I did warn that I’d be taking a look at the Victorians in this blog, and never say I don’t follow up on my warnings. True, the one with the real authority to talk about the Victorian Era is my colleague Linda, but my policy on this blog has always been to talk about things I don’t know and I see no reason to stop now, or to start knowing.
I’m referring of course to EN3020, Romantics and Victorians, the only obligatory module this semester (the Compulsory Dissertation being pretty much whatever you want it to be). With the Romantics out the way the course has moved on to discuss the earlier Victorian icons: Tennyson, Rossetti, Dickens, Eliot. Blarfblarfblarf — what’s that? Equal numbers of men and women? In the Victorian Period? But surely everyone knows the Victorians were just human beards whose malnourished hearts were interested only in sexism, account books, catching consumption, ruthless capitalism, different varieties of pork pie, books with no pictures, huddling by the dying fire, top hats, and the joys of mourning?

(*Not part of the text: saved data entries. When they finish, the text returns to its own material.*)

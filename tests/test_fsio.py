"""redact.fsio: atomic writes, renames that never replace, output locks, stale staging folders.

Outside references: the Linux man pages rename(2) (plain rename replaces a file, and a folder when
the target is an empty folder; renameat2 RENAME_NOREPLACE fails with EEXIST instead), link(2)
(EEXIST when the new name exists) and flock(2) (locks taken through two open() calls conflict,
even in one process; a lock is released when its holder dies).
"""

from __future__ import annotations

import errno
import os
import signal
import subprocess
import sys
import time

import pytest

from redact import fsio
from redact.errors import NoSpaceError, OutputError


@pytest.fixture(params=["renameat2", "link-fallback"])
def rename_mode(request, monkeypatch):
    """Run each rename test with the C library's renameat2 and with the portable fallback."""
    if request.param == "renameat2":
        if fsio._RENAMEAT2 is None:
            pytest.fail("renameat2 is expected in glibc 2.28+ (this machine's C library lacks it)")
    else:
        monkeypatch.setattr(fsio, "_RENAMEAT2", None)
    return request.param


def test_plain_rename_would_replace_what_rename_new_keeps(tmp_path, rename_mode):
    a, b = tmp_path / "a", tmp_path / "b"
    a.write_bytes(b"new")
    b.write_bytes(b"old")
    with pytest.raises(OutputError, match="already exists"):
        fsio.rename_new(a, b)
    assert b.read_bytes() == b"old" and a.read_bytes() == b"new"
    # rename(2): "If newpath already exists, it will be atomically replaced" - the behaviour avoided.
    c = tmp_path / "c"
    c.write_bytes(b"other")
    os.rename(c, a)
    assert a.read_bytes() == b"other"


def test_a_folder_never_replaces_an_empty_folder(tmp_path, rename_mode):
    src, dst = tmp_path / "staging", tmp_path / "package"
    src.mkdir()
    (src / "f").write_bytes(b"x")
    dst.mkdir()  # rename(2) would replace an empty folder here
    with pytest.raises(OutputError, match="already exists"):
        fsio.rename_new(src, dst)
    assert os.listdir(dst) == [] and (src / "f").exists()
    os.rmdir(dst)
    fsio.rename_new(src, dst)
    assert (dst / "f").read_bytes() == b"x" and not src.exists()


def test_rename_new_moves_a_file(tmp_path, rename_mode):
    a, b = tmp_path / "a", tmp_path / "b"
    a.write_bytes(b"data")
    fsio.rename_new(a, b)
    assert b.read_bytes() == b"data" and not a.exists()


def test_atomic_write_never_replaces_unless_asked(tmp_path):
    t = tmp_path / "report.html"
    fsio.atomic_write(t, b"one")
    with pytest.raises(OutputError, match="already exists"):
        fsio.atomic_write(t, b"two")
    assert t.read_bytes() == b"one"
    fsio.atomic_write(t, b"three", replace=True)
    assert t.read_bytes() == b"three"
    assert sorted(os.listdir(tmp_path)) == ["report.html"]  # no temporary name left


def test_an_error_inside_the_block_leaves_nothing(tmp_path):
    t = tmp_path / "out.json"
    with pytest.raises(RuntimeError), fsio.atomic_file(t) as f:
        f.write(b"half")
        raise RuntimeError("the writer failed")
    assert os.listdir(tmp_path) == []


def test_a_full_disk_is_one_no_space_error_naming_the_folder(tmp_path, monkeypatch):
    def full(fd):
        raise OSError(errno.ENOSPC, os.strerror(errno.ENOSPC))

    monkeypatch.setattr(fsio.os, "fsync", full)
    with pytest.raises(NoSpaceError) as e:
        fsio.atomic_write(tmp_path / "x.bin", b"data")
    assert str(tmp_path) in str(e.value) and "no space left" in str(e.value)
    assert os.listdir(tmp_path) == []


def test_writes_to_dev_full_are_recognised_as_a_full_disk():
    # null(4): "Writes to the /dev/full device fail with an ENOSPC error."
    with pytest.raises(OSError) as e, open("/dev/full", "wb", buffering=0) as f:
        f.write(b"x")
    assert fsio.no_space(e.value)
    wrapped = RuntimeError("encoding failed")
    wrapped.__cause__ = e.value
    assert fsio.no_space(wrapped) and not fsio.no_space(RuntimeError("other"))


def test_a_second_lock_on_one_output_is_refused_and_the_file_goes_with_the_lock(tmp_path):
    first = fsio.lock_folder(tmp_path).acquire()
    assert (tmp_path / fsio.LOCK_NAME).exists()
    with pytest.raises(OutputError, match="another redact run is writing"):
        fsio.lock_folder(tmp_path).acquire()  # flock(2): a second open() conflicts, same process too
    first.release()
    assert not (tmp_path / fsio.LOCK_NAME).exists()
    with fsio.lock_folder(tmp_path):
        pass
    assert os.listdir(tmp_path) == []


def test_a_lock_on_a_new_name_lies_beside_it(tmp_path):
    target = tmp_path / "sheet"
    with fsio.lock_target(target) as lock:
        assert lock.path.parent == tmp_path and lock.path.name.startswith(".sheet")
        with pytest.raises(OutputError, match=str(target)):
            fsio.lock_target(target).acquire()
    assert os.listdir(tmp_path) == []


def test_the_lock_of_a_killed_process_is_free_again(tmp_path):
    code = ("import sys, time; from redact import fsio; fsio.lock_folder(sys.argv[1]).acquire(); "
            "print('locked', flush=True); time.sleep(600)")
    p = subprocess.Popen([sys.executable, "-c", code, str(tmp_path)], stdout=subprocess.PIPE, text=True)
    try:
        assert p.stdout.readline().strip() == "locked"
        with pytest.raises(OutputError):
            fsio.lock_folder(tmp_path).acquire()
    finally:
        p.send_signal(signal.SIGKILL)
        p.wait()
    with fsio.lock_folder(tmp_path):  # flock(2): released when the holder's descriptors close
        pass


def test_stale_staging_of_our_kind_is_removed_and_the_rest_mentioned(tmp_path):
    old, batch, new = (tmp_path / n for n in (".redact-partial-old", ".redact-batch-partial-x", ".redact-partial-new"))
    for d in (old, batch, new):
        d.mkdir()
        (d / "redacted.mp4").write_bytes(b"half")
    past = time.time() - 3600
    for d in (old, batch):
        os.utime(d, (past, past))
    future = time.time() + 3600  # changed after the lock was taken: a live run's, never removed
    os.utime(new, (future, future))
    (tmp_path / "package").mkdir()
    with fsio.lock_folder(tmp_path) as lock:
        removed, others = fsio.stale_staging(tmp_path, ".redact-partial-", lock.acquired_at)
    assert removed == [".redact-partial-old"]
    assert others == [".redact-batch-partial-x", ".redact-partial-new"]
    assert not old.exists() and batch.exists() and new.exists() and (tmp_path / "package").exists()
    notes = fsio.staging_notices(tmp_path, removed, others)
    assert len(notes) == 2 and ".redact-partial-old" in notes[0] and ".redact-batch-partial-x" in notes[1]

The truth is of course much more complicated. To cut a long story short, many of our stereotypes come from Modernists such as the Bloomsbury Group, who made things up about the Victorians to make themselves look cool and to hide the fact that their books are about as gripping as the Shipping Forecast.* To cut things even shorter, we have our image of the Victorians because it benefits us to simplify things and we find it comforting. EN3020 goes to great lengths to stress the fact that the people who lived during the reign of Queen Victoria were neither uniform nor the period drama extras we rely on so much in our perception of history.
The lectures have in general taken unexpected angles on those texts we all know or know of — Great Expectations, Oliver Twist, Middlemarch — and shown why these familiar names are not all they seem. The themes of the day have ranged from Darwin to homosexuality to the economy to the unbearable lightness of being. Running parallel to the primary lectures is the Neglected Victorians series, which deals with some less-recognisable names. I also attended a rather interesting Victorian Studies Annual Lecture a few weeks ago by veteran biographer Kathryn Hughes called ‘The Mysterious Case of George Eliot’s Right Hand‘. This discussed the wider social implications of how much milking George Eliot got up to (or didn’t).
I suppose it’s hardly shocking that a famous period in history was nothing like the movies, but I think that the Victorians have it hardest in terms of our misconceptions. They’re not entirely unearned — it was a rather grim time to be alive, but then again I’m sure so was the Romantic Period, the Restoration, and the Renaissance — but the most important and difficult thing is to remember that we’re not so great, and if we’ve had an idea the Victorians probably had it too, and wrote it up in a book with small type and no pictures.
* I hold no responsibility for this comment, especially considering the existence of next semester’s Victorian to Modern module.